Life Whispers

Updated: Aug 11, 2020

You may have heard people say that when life whispers to you, listen. While we cannot control every aspect of our life, there are signals and signs that are being given to us along the way.


I have to be careful because I could easily go down a guilt-ridden path if I think about any whisper or sign I may have missed that might have told me something was wrong in my family. But I also want to honestly reflect and learn, maybe even remember something and gain some insights or knowledge that I can pass along to others.

Were there any whispers that I ignored? Signs that were there but I was too busy or oblivious to see?


Yes. I think so.

Remember when I wrote about how I felt a sense of relief when we found out? How, in that same moment that I felt the sharp pains of shock and trauma, I also felt washed over with relief. Relief because I now knew what was troubling my daughter. (See "Silver Linings and Lemonade" post)

I also felt relief because it shed light on some situations I had always found puzzling.


For example, when my daughter was in middle school, I had a friend over visiting and she had commented that she saw my daughter’s profile on Facebook. Huh? She was not 13 at the time (which I think was, and still is, the minimum age to set up an account). I felt confused because my daughter had always been the ‘rule follower’, the person who colored inside the lines, someone who was uncomfortable with lying and hiding. And I say this knowing that there are so many parents who feel this way about their children and what I’m saying may be taken as “Well, don’t we all think that way about our kids?”.


All I can say is, like many mothers, I had feelings and “insights” into the kind of person I saw her as. There were behaviors and personality traits that I had been witness to since she was a baby. And for me, as the mother of more than one child, I felt that I could often see which one of them was the adventurous one, which one was athletically gifted, which one was curious and questioned everything, and so forth. I think as a parent, or for those who have experience being around or working with children, you see these things in them at very early age. And for me, even as a young child, my daughter exhibited the qualities of carefulness, trustworthiness, sincerity, and self-discipline.


So some of the behaviors felt surprising and in all honesty, caught me off guard.

That was a whisper.


And I realize it’s a big leap to make a connection between unexpected behaviors and sexual abuse (especially when we are talking about tweens and teens).
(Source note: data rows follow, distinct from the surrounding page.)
import { describe, expect, it } from 'vitest';
import type { BmsSettings, DutySegment } from '../../src/study/study.js';
import { bankOf } from './bank-of.js';
import { bareModule, straightTable } from './bare-module.js';
import { CHARGER, minutes, runOne, story } from './one-cell.js';
import { PLAIN_BMS } from './plain-module.js';
import { simulateSlowBank } from './slow-bank.js';

describe('the voltage rules', () => {
  it('open the charge path after the delay and close it after the hold', () => {
    // Cell: 3.536 + 1e-4 t reaches 3.6 at 640 s, 5 s of delay; U stays 3.5645. From 1200 s on 36 A out: 3.5285 at once
    // below the release, 3 s of hold.
    const run = runOne(
      [[minutes(20, { chargeW: null }), minutes(10, { loadA: 36 })]],
      { overVoltageV: 3.6, overVoltageReleaseV: 3.55 },
      { overVoltageDelayS: 5, overVoltageReleaseHoldS: 3 },
      {},
      [1000, 1200.05, 1201, 1204],
    );
    expect(story(run)).toEqual(['645.00 over-voltage-trip', '1203.00 over-voltage-release']);
    expect(run.events[0]).toMatchObject({ cycle: 1, string: 1, position: 1, cell: 1 });
    const [refusing, dropping, reclosed, closed] = run.samples;
    expect(Math.abs(refusing.bankA)).toBeLessThan(1e-5);
    expect(refusing.busV).toBe(4.2);
    // The drop of 0.7 V stays for 0.1 s above 1 A; 396 mV are ohmic.
    const terminalV = (timeS: number): number => 3.5645 - 1e-4 * (timeS - 1200) - 0.396;
    expect(dropping.busV).toBeCloseTo(terminalV(1200.05) - 0.7, 6);
    expect(reclosed.busV).toBeCloseTo(terminalV(1201), 6);
    expect(closed.busV).toBeCloseTo(terminalV(1204), 6);
  });

  it('open the discharge path, lose the load and come back by voltage', () => {
    // 3.464 - 1e-4 t reaches 3.4 at 640 s, 2 s of delay; then U is 3.4358, above the release at once, 60 s of hold;
    // with the load the cell is at 3.3998 and trips again after the delay, now for good (U 3.4356 below 3.4357).
    const run = runOne([[minutes(20, { loadA: 36 })]], {
      underVoltageV: 3.4,
      underVoltageReleaseV: 3.4357,
    });
    expect(story(run)).toEqual([
      '642.00 under-voltage-trip',
      '642.00 load-lost',
      '702.00 under-voltage-release',
      '702.00 load-back',
      '704.00 under-voltage-trip',
      '704.00 load-lost',
    ]);
    expect(run.lostAh).toBeCloseTo((36 * (1200 - 644)) / 3600, 4);
  });

  it('release under-voltage only while charging where asked to', () => {
    const run = runOne(
      [[minutes(15, { loadA: 36 }), minutes(5), minutes(5, { chargeW: null })]],
      { underVoltageV: 3.4, underVoltageReleaseV: 3.4 },
      { underVoltageReleaseOnCharge: true },
      {},
      [1000],
    );
    expect(story(run)).toEqual([
      '642.00 under-voltage-trip',
      '642.00 load-lost',
      '900.00 load-back',
      '1260.00 under-voltage-release',
    ]);
    expect(Math.abs(run.samples[0].bankA)).toBeLessThan(1e-5);
  });

  it('hold the bus at 0 V while a load waits for blocked strings', () => {
    const run = runOne([[minutes(15, { loadW: 100 })]], { underVoltageV: 3.49 }, {}, {}, [800]);
    expect(run.samples[0].busV).toBe(0);
    expect(run.servedWh + run.lostWh).toBeCloseTo(25, 9);
  });
});

describe('the over-current rules', () => {
  const overCurrent = { ...PLAIN_BMS.overCurrent, lockAfterTrips: 3 };
  const cycles = [[minutes(10, { loadA: 60 }), minutes(10, { chargeW: null })]];
  const sketch = { overCurrentDischargeA: 50 };
  const trips = [
    '10.00 over-current-discharge-trip',
    '10.00 load-lost',
    '70.00 over-current-retry',
    '70.00 load-back',
    '80.00 over-current-discharge-trip',
    '80.00 load-lost',
    '140.00 over-current-retry',
    '140.00 load-back',
    '150.00 over-current-discharge-trip',
    '150.00 over-current-lock',
    '150.00 load-lost',
    '600.00 load-back',
  ];

  it('trip, retry and lock until current flows the other way', () => {
    expect(story(runOne(cycles, sketch, { overCurrent }))).toEqual([
      ...trips.slice(0, -1),
      '600.00 over-current-retry',
      '600.00 load-back',
    ]);
  });

  it('stay locked where only a visit unlocks', () => {
    expect(story(runOne(cycles, sketch, { overCurrent: { ...overCurrent, lock: 'manual' } }))).toEqual(trips);
  });

  it('block both ways where asked to, so that no current can unlock', () => {
    const run = runOne(cycles, sketch, { overCurrent: { ...overCurrent, opens: 'both' } }, {}, [900]);
    expect(story(run)).toEqual(trips);
    expect(run.samples[0].modules[0]).toMatchObject({ chargeOpen: true, dischargeOpen: true });
  });

  it('count only trips within the window', () => {
    const run = runOne(cycles, sketch, { overCurrent: { ...overCurrent, lockWindowS: 100 } });
    expect(run.events.some((event) => event.kind === 'over-current-lock')).toBe(false);
  });

  it('guard the charge path alike', () => {
    const run = runOne([[minutes(2, { chargeW: null })]], { overCurrentChargeA: 30 }, { overCurrent });
    expect(story(run)).toEqual([
      '10.00 over-current-charge-trip',
      '70.00 over-current-retry',
      '80.00 over-current-charge-trip',
    ]);
  });
});

describe('bleed and standby', () => {
  const pair = { capacityAh: [100, 100], resistanceOhm: [0, 0], leakageA: [0, 0], efficiency: [1, 1] };
  const bleeding = (z: number[], bleed: Partial<BmsSettings['bleed']>, segments: DutySegment[]): readonly number[] => {
    const sketch = { ...pair, arrivalCharge: z, bleedA: 1, bleedStartV: 3.5 };
    const charger = { ...CHARGER, limitA: 2, absorptionV: 8.4 };
    const run = runOne([segments], sketch, { bleed: { ...PLAIN_BMS.bleed, ...bleed } }, { charger });
    return run.cycleEndCharge[0];
  };

  it('draws from each cell above the start, down to the stop', () => {
    // 1 A for 1 h from 0.6; from 0.51 down to 3.48 V; nothing from 0.49.
    expect(bleeding([0.6, 0.49], { rule: 'each' }, [minutes(60)])[0]).toBeCloseTo(0.59, 8);
    expect(bleeding([0.51, 0.49], { rule: 'each' }, [minutes(300)])[0]).toBeCloseTo(0.48, 6);
    expect(bleeding([0.51, 0.49], { rule: 'each' }, [minutes(300)])[1]).toBeCloseTo(0.49, 8);
  });

  it('draws only from cells above the lowest, until half the difference is left', () => {
    // 0.60 and 0.58: a difference of 20 mV, above 10; it ends at 5 mV.
    const z = bleeding([0.6, 0.58], { rule: 'above-lowest' }, [minutes(300)]);
    expect(z[0]).toBeCloseTo(0.585, 6);
    expect(z[1]).toBeCloseTo(0.58, 8);
  });

  it('draws only while charging where asked to', () => {
    const when = { rule: 'each', when: 'charging' } as const;
    expect(bleeding([0.6, 0.6], when, [minutes(60)])[0]).toBeCloseTo(0.6, 8);
    expect(bleeding([0.6, 0.6], when, [minutes(60, { chargeW: null })])[0]).toBeCloseTo(0.61, 8);
  });

  it('gives way to the settings of a candidate', () => {
    const bank = { bleed: { rule: 'each', currentA: 2, startV: 3.4 } } as const;
    const run = runOne([[minutes(60)]], { bleedA: 1, bleedStartV: 3.6 }, {}, bank);
    expect(run.cycleEndCharge[0][0]).toBeCloseTo(0.48, 8);
  });

  it('puts a BMS to sleep some time after its discharge path opened', () => {
    // Awake 0.5 A until an hour after the trip, then 0.1 A; cycles 2 and 3 are 3 h of rest from 300 s on.
    const sketch = { underVoltageV: 3.45, standbyA: 0.5, underVoltageReleaseV: 3.6 };
    const cycles = [[minutes(5, { loadA: 36 })], [minutes(120)], [minutes(60)]];
    const run = runOne(cycles, sketch, { asleepA: 0.1, asleepAfterS: 3600 });
    const awakeS = run.events[0].timeS + 3600 - 300;
    const [atRest, , atEnd] = run.cycleEndCharge.map(([z]) => z);
    expect(atRest - atEnd).toBeCloseTo((0.5 * awakeS + 0.1 * (10_800 - awakeS)) / 360_000, 8);
  });
});

describe('native wiring', () => {
  it('puts the cells of a string under the BMS and path of position 1', () => {
    const lower = bareModule('lower', { overVoltageV: 3.6, overVoltageReleaseV: 3.5, arrivalCharge: [0.5] });
    const upper = bareModule('upper', { overVoltageV: 3.55, pathResistanceOhm: 0.5, arrivalCharge: [0.52] });
    const run = simulateSlowBank(
      bankOf('native', {
        modules: [[lower, upper]],
        wiring: 'native',
        cycles: [[minutes(20, { chargeW: null })]],
        ocvTables: [straightTable(3, 1)],
        leads: [{ negativeOhm: 0.001, betweenOhm: 1, positiveOhm: 0.002 }],
        charger: { ...CHARGER, absorptionV: 8.4 },
      }),
      { stepS: 5, nodeLeakS: 0, sampleTimesS: [0] },
    );
    // By hand: 3.5 + 3.52 + 36 x 13 mOhm; the second cell reaches 3.6 V after 800 s, 2 s of delay.
    expect(run.samples[0].busV).toBeCloseTo(7.02 + 0.468, 9);
    expect(story(run)).toEqual(['802.00 over-voltage-trip']);
    expect(run.events[0]).toMatchObject({ string: 1, position: 1, cell: 2 });
  });
});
But, if I were to go back, I think I would handle that situation (and subsequent others) a little differently. There were other, future situations where her behavior really threw me for a loop. Without going into the details, there was an incident in high school that left me baffled. I remember asking myself at that time, “Who is she?” I recall even asking her, "Who are you?" I could not understand the situation we were in, nor her reaction to it. But at that time, as many parents may find themselves doing, I felt confused and somewhat helpless, and chalked it up to teenage rebellion (even though there was a nagging voice in my head that continued to question it all).


That was another whisper.

So how would I handle that situation now? Well, perhaps I’d change the way I reacted by instead saying something like, “This seems so out of character for you ... because you have always valued truth and honesty. Is there something you want to talk about? Are you ok? Is there something going on at school or with your friends? Has something happened even in our family? Whatever it is, I'm here for you.”


Of course, I know that last question seems so obvious now and that when looking back on any given situation the lens we have today offers so much more clarity. So what I will say to you is that if/when you do see someone you love acting in ways that seem out of character, listen to your gut. Listen to those whispers. Find a way to more deeply inquire, to ask if everything is ok. And perhaps even add questions about abuse or harm being done to your loved one. I mean, we ask about friends bullying them, don't we? We even ask if they might be doing drugs. Sex abuse and incest are not things any of us want to even entertain the idea of, but maybe if we start to actively consider that as a possibility of what our children our dealing with, then maybe, just maybe, we can root out incest and sexual abuse sooner.